We demonstrate the effectiveness of our approach in significantly improving the calibration accuracy of sensors in IoT air pollution monitoring platforms.
- Score: 8.997596859735516
- License: http://creativecommons.org/licenses/by-nc-nd/4.0/
- Abstract: The use of Internet of Things (IoT) sensors for air pollution monitoring has
significantly increased, resulting in the deployment of low-cost sensors.

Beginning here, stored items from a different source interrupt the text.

@dataclass(slots=True, eq=False)
class Chunk:
    """One declaration of file scope as text.

    ``text`` starts at ``line`` and ``column`` of ``file`` and holds nothing but C, ``#line`` markers and line ends:
    each of its physical lines has a place of its own (no two share file, line and columns). ``offset`` and
    ``end_offset`` bound it in its piece. ``names`` are the objects and functions that it declares, ``tags`` the
    tags and enumerators, ``typedefs`` the type names; ``variable`` says that it defines an object. ``uses`` are all
    identifiers in it.
    """

    kind: ChunkKind
    text: str
    file: str
    line: int
    column: int
    end_line: int
    offset: int
    end_offset: int
    system: bool
    names: tuple[str, ...]
    tags: tuple[str, ...]
    typedefs: tuple[str, ...]
    variable: bool
    uses: frozenset[str]
    marks: tuple[tuple[int, int], ...] = ()

    def piece_offset(self, offset: int) -> int:
        """The offset in the piece that an offset in ``text`` came from."""
        index = bisect_right(self.marks, (offset, 1 << 62)) - 1
        here, there = self.marks[index] if index >= 0 else (0, 0)
        return self.offset + there + offset - here


@dataclass(frozen=True, slots=True)
class Change:
    """What one ``#define`` (``macro``) or ``#undef`` (None) line does, its offset in the piece and its line."""

    offset: int
    line: int
    macro: Macro | None


@dataclass(slots=True, eq=False)
class Piece:
    """A stretch of preprocessed text that was carved at once.

    ``changes`` are its ``#define`` and ``#undef`` lines per name, in order.
    ``declares`` maps every declared name to its chunks.
    """

    chunks: tuple[Chunk, ...]
    changes: Mapping[str, tuple[Change, ...]]
    notices: tuple[Notice, ...]
    declares: dict[str, tuple[Chunk, ...]] = field(default_factory=dict)
    typedefs: frozenset[str] = frozenset()
    open: bool = False


_MARKER = r'#[ \t]*(?:line[ \t]+)?(\d+)(?:[ \t]+"((?:[^"\\\n]|\\.)*)"([^\n]*))?'
_FILE_MARKER = re.compile(r'\n#[ \t]*(?:line[ \t]+)?(\d+)[ \t]+"((?:[^"\\\n]|\\.)*)"[^\n]*')
_MARKER_LINE = re.compile(r"\n[ \t]*" + _MARKER + r"[ \t]*(?=\n|\Z)")
_DIRECTIVE = r"\n[ \t]*\#[^\n]*(?:(?<=\\)\n[^\n]*)*"
_EVENT_TEXT = (
    r"\{|\}|;"
    r'|"(?:[^"\\\n]|\\[^\n]|\\\n)*"?'
    r"|'(?:[^'\\\n]|\\[^\n])*'?"
    r"|" + _DIRECTIVE + r"|/\*(?:[^*]|\*(?!/))*(?:\*/)?|//[^\n]*"
)
_EVENT = re.compile(_EVENT_TEXT)
_TYPE_WORD = (
    r"(?:static|extern|inline|typedef|const|volatile|unsigned|signed|struct|union|enum|void|int|char|short|long|float"
    r"|double|_Bool|bool|register|[A-Za-z_]\w*)"
)
_FRESH_START = re.compile(
    r"\n(?!(?:return|else|goto|case|if|while|for|do|switch|default|break|continue|sizeof)\b)"
    r"(?=" + _TYPE_WORD + r"(?:[ \t]+\**|[ \t]*\*+[ \t]*)(?:" + _TYPE_WORD + r"(?:[ \t]+\**|[ \t]*\*+[ \t]*)){0,6}"
    r"[A-Za-z_]\w*[ \t]*[(=;\[{])"
)
_DEFINE = re.compile(
    r"\n[ \t]*\#[ \t]*define[ \t]+([A-Za-z_$][\w$]*)(?:(\([^()\n]*\))|(?=[\s\\]|\Z|[^\w(]))[ \t]*(.*)", re.DOTALL
)
_UNDEF = re.compile(r"\n[ \t]*\#[ \t]*undef[ \t]+([A-Za-z_$][\w$]*)")
_PRAGMA = re.compile(r"\n[ \t]*\#[ \t]*pragma\b[ \t]*(.*)", re.DOTALL)
_IDLE_PRAGMA = re.compile(r"(?:GCC|clang|STDC|once\b|message\b|warning\b|diag_|poison|push_macro|pop_macro)")
_OLD_STYLE = re.compile(r"[^=;{}]*\([\w\s,]+\)\s*[A-Za-z_][^{}]*;\Z")
_STRING = re.compile(r'"(?:[^"\\\n]|\\.)*"')
_ASSIGNS = re.compile(r"(?<![=!<>])=(?!=)")
_AGGREGATE = re.compile(r"\b(?:struct|union|enum)\b")
_NOT_CLOSED = "A declaration that starts here is not closed; it was left out."
_LONGEST_HEAD = 20_000
_DECORATION = re.compile(
    r"\b(?:__attribute__|__attribute|__declspec|_Alignas|alignas|__align|__packed__)\s*"
    r"\((?:[^()]|\((?:[^()]|\([^()]*\))*\))*\)|\[\[[^\]]*\]\]"
)
_LINKAGE = re.compile(r'extern\s*"C(?:\+\+)?"\s*\Z')
_COMMENT = re.compile(r'"(?:[^"\\\n]|\\.)*"?|\'(?:[^\'\\\n]|\\.)*\'?|(/\*(?:[^*]|\*(?!/))*(?:\*/)?|//[^\n]*)')
_ANY_LINE = re.compile(r"^[ \t]*" + _MARKER + r"[ \t]*\Z")
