/* Stand-in for <sys/select.h> (POSIX). */
#ifndef STEPRING_SYS_SELECT_H
#define STEPRING_SYS_SELECT_H
#include <sys/types.h>
#ifndef STEPRING_TIMEVAL
#define STEPRING_TIMEVAL
struct timeval { time_t tv_sec; suseconds_t tv_usec; };
#endif
#define FD_SETSIZE 1024
typedef struct { unsigned long stepring_bits[FD_SETSIZE / (8 * sizeof (unsigned long))]; } fd_set;
void FD_SET (int descriptor, fd_set *set);
void FD_CLR (int descriptor, fd_set *set);
int FD_ISSET (int descriptor, const fd_set *set);
void FD_ZERO (fd_set *set);
int select (int count, fd_set *reading, fd_set *writing, fd_set *failing, struct timeval *limit);
#endif
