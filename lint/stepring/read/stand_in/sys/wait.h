/* Stand-in for <sys/wait.h> (POSIX). */
#ifndef STEPRING_SYS_WAIT_H
#define STEPRING_SYS_WAIT_H
#include <sys/types.h>
#define WNOHANG 1
#define WIFEXITED(status) (((status) & 127) == 0)
#define WEXITSTATUS(status) (((status) >> 8) & 255)
pid_t wait (int *status);
pid_t waitpid (pid_t process, int *status, int options);
#endif
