/* Stand-in for <sys/uio.h> (POSIX). */
#ifndef STEPRING_SYS_UIO_H
#define STEPRING_SYS_UIO_H
#include <sys/types.h>
struct iovec { void *iov_base; size_t iov_len; };
ssize_t readv (int descriptor, const struct iovec *parts, int count);
ssize_t writev (int descriptor, const struct iovec *parts, int count);
#endif
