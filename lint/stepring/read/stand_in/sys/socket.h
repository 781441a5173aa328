/* Stand-in for <sys/socket.h> (POSIX). */
#ifndef STEPRING_SYS_SOCKET_H
#define STEPRING_SYS_SOCKET_H
#include <sys/types.h>
#include <sys/uio.h>
typedef unsigned int socklen_t;
typedef unsigned short sa_family_t;
struct sockaddr { sa_family_t sa_family; char sa_data[14]; };
struct sockaddr_storage { sa_family_t ss_family; char stepring_space[126]; };
struct msghdr {
  void *msg_name;
  socklen_t msg_namelen;
  struct iovec *msg_iov;
  size_t msg_iovlen;
  void *msg_control;
  size_t msg_controllen;
  int msg_flags;
};
struct linger { int l_onoff; int l_linger; };
#define AF_UNSPEC 0
#define AF_UNIX 1
#define AF_INET 2
#define AF_INET6 10
#define PF_INET AF_INET
#define PF_INET6 AF_INET6
#define SOCK_STREAM 1
#define SOCK_DGRAM 2
#define SOCK_RAW 3
#define SOL_SOCKET 1
#define SO_REUSEADDR 2
#define SO_ERROR 4
#define SO_BROADCAST 6
#define SO_SNDBUF 7
#define SO_RCVBUF 8
#define SO_KEEPALIVE 9
#define SO_LINGER 13
#define SO_RCVTIMEO 20
#define SO_SNDTIMEO 21
#define MSG_PEEK 2
#define MSG_DONTWAIT 64
#define MSG_NOSIGNAL 16384
#define SHUT_RD 0
#define SHUT_WR 1
#define SHUT_RDWR 2
#define SOMAXCONN 128
int socket (int domain, int type, int protocol);
int bind (int descriptor, const struct sockaddr *address, socklen_t size);
int listen (int descriptor, int backlog);
int accept (int descriptor, struct sockaddr *address, socklen_t *size);
int connect (int descriptor, const struct sockaddr *address, socklen_t size);
int shutdown (int descriptor, int how);
ssize_t recv (int descriptor, void *to, size_t size, int flags);
ssize_t send (int descriptor, const void *from, size_t size, int flags);
ssize_t recvfrom (int descriptor, void *to, size_t size, int flags, struct sockaddr *address, socklen_t *length);
ssize_t sendto (int descriptor, const void *from, size_t size, int flags, const struct sockaddr *address,
                socklen_t length);
ssize_t recvmsg (int descriptor, struct msghdr *message, int flags);
ssize_t sendmsg (int descriptor, const struct msghdr *message, int flags);
int setsockopt (int descriptor, int level, int name, const void *value, socklen_t size);
int getsockopt (int descriptor, int level, int name, void *value, socklen_t *size);
int getsockname (int descriptor, struct sockaddr *address, socklen_t *size);
int getpeername (int descriptor, struct sockaddr *address, socklen_t *size);
#endif
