/* Stand-in for <sys/un.h> (POSIX). */
#ifndef STEPRING_SYS_UN_H
#define STEPRING_SYS_UN_H
#include <sys/socket.h>
struct sockaddr_un { sa_family_t sun_family; char sun_path[108]; };
#endif
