@dataclass(frozen=True, slots=True)
class Made:
    """One program: its text, and what is true of it.

    ``table`` is what it does. ``rules`` may speak of the slip, on one of ``lines`` or of a state in ``about``;
    ``follows`` may speak as well, of the same cause. ``loose`` are transitions that may be told or not, ``stops``
    (state, event) that must not be run.
    """

    number: int
    form: str
    style: Style
    table: Table
    slip: str
    rules: tuple[str, ...]
    text: str
    lines: tuple[int, ...]
    about: tuple[str, ...]
    follows: tuple[str, ...]
    loose: frozenset[Edge]
    stops: frozenset[tuple[str, str]]

    @property
    def name(self) -> str:
        return f"p{self.number:04}"

    @property
    def label(self) -> str:
        """The form, told apart where one writer knows two."""
        if self.form == "switch" and not self.style.chains:
            return "state then event"
        return "handlers in a table" if self.form == "next returned" and self.style.variant % 2 else self.form

    def after(self, state: str, event: str, inputs: Inputs) -> str:
        """What the program does."""
        if state == self.style.unhandled:
            return self.table.initial if self.style.default == "recovers" else state
        return self.table.after(state, event, inputs)

    def edges(self) -> set[Edge]:
        """The transitions that the program holds; the event ``*`` stands for any."""
        gone = self.style.unhandled
        found = {edge for edge in self.table.edges() if edge[0] != gone}
        if gone and self.style.default == "recovers":
            found.add((gone, "*", self.table.initial))
        return found

    def may_be_told(self) -> set[Edge]:
        """Transitions that stand in the source and are never taken, and those that are a matter of taste.

        Never taken are those of states that are never entered, those whose guard never holds, and those that are
        overwritten. A handler that gives its own state back, and a table's cell that holds its own state, stay.
        """
        alive = networkx.descendants(graph(self.edges() | self.loose), self.table.initial) | {self.table.initial}
        found = set(self.loose) | {edge for edge in self.edges() if edge[0] not in alive}
        found |= self._never_taken()
        if self.form in ("next returned", "table", "goto"):
            found |= {(state, "*", state) for state in self.table.states}
        return found

    def _never_taken(self) -> set[Edge]:
        cells = [*self.style.table.cells.items(), *self.table.cells.items()]
        written = {(*cell, to) for cell, steps in cells for step in steps for to in (step.target, step.first) if to}
        return written - self.edges()

    def functions(self, edge: Edge) -> set[str]:
        """The functions that can be said to take a transition."""
        state, event, _ = edge
        step = f"{self.table.noun}_step"
        match self.form:
            case "event functions":
                return {event_function(self.style, event)}
            case "function pointer":
                return {handler(self.style, state), step}
            case "next returned":
                return {step, handler(self.style, state)}
            case "goto":
                return {f"{self.table.noun}_run"}
        return {step}

    def spelled(self, state: str) -> str:
        """The name that a state has in the program: of its constant, its function or its label."""
        match self.form:
            case "function pointer":
                return handler(self.style, state)
            case "goto":
                return state.split("_", 1)[-1].lower()
        return self.style.s(state)


class Unfit(Exception):
    """The slip cannot be had in this program."""


@dataclass(slots=True)
class Draft:
    """A program while it is made; a slip changes it. ``truth`` is what it does where that is not what is written."""

    dice: random.Random
    form: str
    table: Table
    style: Style
    truth: Table | None = None
    about: tuple[str, ...] = ()
    follows: tuple[str, ...] = ()
    loose: set[Edge] = field(default_factory=set)
    stops: set[tuple[str, str]] = field(default_factory=set)
    # States that need not be entered, or need not be left.
    never_entered: set[str] = field(default_factory=set)
    never_left: set[str] = field(default_factory=set)

    def inner(self) -> str:
        """A state except the first."""
        return self.dice.choice([state for state in self.table.states if state != self.table.initial])

    def other(self, *apart: str) -> str:
        """A state other than these."""
        return self.dice.choice([state for state in self.table.states if state not in apart])

    def moving(self) -> tuple[str, str]:
        """A cell whose first step leads elsewhere."""
        found = [cell for cell, steps in self.table.cells.items() if steps[0].target != cell[0]]
        return self.dice.choice(found)

    def put(self, state: str, event: str, *steps: Step) -> None:
        self.table.cells[state, event] = steps

    def beside(self, head: str, *body: str) -> None:
        """Add a function beside the machine's own."""
        if self.style.storage == "local":
            raise Unfit
        text = ("", f"{head}({self.style.owner or 'void'})", "{", *body, "}")
        self.style = replace(self.style, extra=(*self.style.extra, *text))


def graph(edges: set[Edge]) -> "networkx.DiGraph[str]":
    found: networkx.DiGraph[str] = networkx.DiGraph()
    found.add_edges_from((source, target) for source, _, target in edges)
    return found


def check_fit(draft: Draft) -> None:
    """Raise ``Unfit`` where a state is not entered or not left besides what the slip is about."""
    table = draft.truth or draft.table
    steps = graph(set(table.edges()) | draft.loose)
    steps.add_nodes_from(table.states)
    gone = draft.style.unhandled
    if gone:
        steps.remove_edges_from(list(steps.out_edges(gone)))
    alive = networkx.descendants(steps, table.initial) | {table.initial}
    back = networkx.ancestors(steps, table.initial) | {table.initial}
    if set(table.states) - alive - draft.never_entered or set(table.states) - back - draft.never_left:
        raise Unfit


# ---------------------------------------------------------------------------------------------------------- slips

Slip = Callable[[Draft], None]


def break_missing(draft: Draft) -> None:
    """A case without ``break`` whose step the next case overwrites."""
    events = draft.table.events
    event = draft.dice.choice(events)
    names = list(draft.table.states)
    if draft.form in BY_EVENT:
        names = [state for state in names if (state, event) in draft.table.cells]
        if len(names) < 2:
            raise Unfit
    at = draft.dice.randrange(len(names) - 1)
    here, there = names[at], names[at + 1]
    first = draft.other(here)
    draft.put(here, event, Step(first))
    draft.put(there, event, Step(draft.other(there, first)))
    draft.style = replace(draft.style, falls=here, fall_event=event)
    cells: Cells = dict(draft.table.cells)
    for each in [event] if draft.form in BY_EVENT else events:
        steps = (*cells.get((there, each), ()), *cells.get((here, each), ()))
        if steps:
            cells[here, each] = steps
    draft.truth = replace(draft.table, cells=cells)


def break_missing_before_default(draft: Draft) -> None:
    """The last case without ``break``: the default stores over what it stored."""
    last = list(draft.table.states)[-1]
    event = draft.dice.choice(draft.table.events)
    draft.put(last, event, Step(draft.other(last, draft.table.initial)))
    draft.style = replace(draft.style, falls=last, default="recovers")
    cells = {cell: steps for cell, steps in draft.table.cells.items() if cell[0] != last}
    cells |= {(last, each): (Step(draft.table.initial),) for each in draft.table.events}
    draft.truth = replace(draft.table, cells=cells)


def state_never_entered(draft: Draft) -> None:
    """A state that no step leads to."""
    state = draft.inner()
    for cell, steps in draft.table.cells.items():
        instead = [draft.other(state) if step.target == state else step.target for step in steps]
        draft.table.cells[cell] = tuple(replace(step, target=to) for step, to in zip(steps, instead, strict=True))
    draft.about, draft.never_entered = (state,), {state}


def trap(draft: Draft) -> None:
    """A state that no step leaves."""
    state = draft.inner()
    for cell in [cell for cell in draft.table.cells if cell[0] == state]:
        del draft.table.cells[cell]
    draft.about, draft.never_left = (state,), {state}


def unhandled_state(draft: Draft) -> None:
    """A state that is stored and has no case."""
    state = draft.inner()
    draft.style = replace(draft.style, unhandled=state)
    draft.about, draft.never_left = (state,), {state}
    draft.follows = ("SM04",) if draft.style.default == "reports" else ()


def no_state(draft: Draft) -> None:
    """A stored value that is no state: a plain number, or another enumeration's constant."""
    cell = draft.moving()
    value, name = max(draft.table.states.values()) + draft.dice.randint(1, 3), ""
    if draft.dice.random() < 0.5 and value < 60:
        value, name = 62, "PUMP_JAMMED"
        draft.style = replace(draft.style, declared=PUMP)
    name = f"#{name or value}"
    draft.style = replace(draft.style, counted=False)
    step, *rest = draft.table.cells[cell]
    draft.put(*cell, replace(step, target=name, marked=True), *rest)
    draft.table = replace(draft.table, foreign={name: value})
    draft.about = (name.removeprefix("#"), str(value))
    draft.loose |= {(name, "*", draft.table.initial)}


def unreachable_code(draft: Draft) -> None:
    """A statement after the last of a case."""
    draft.style = replace(draft.style, stray=draft.other())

Despite this advancement, accurately calibrating these sensors in uncontrolled
environmental conditions remains a challenge. To address this, we propose a
novel approach that leverages graph neural networks, specifically the graph
attention network module, to enhance the calibration process by fusing data
from sensor arrays. Through our experiments, we demonstrate the effectiveness
of our approach in significantly improving the calibration accuracy of sensors
in IoT air pollution monitoring platforms.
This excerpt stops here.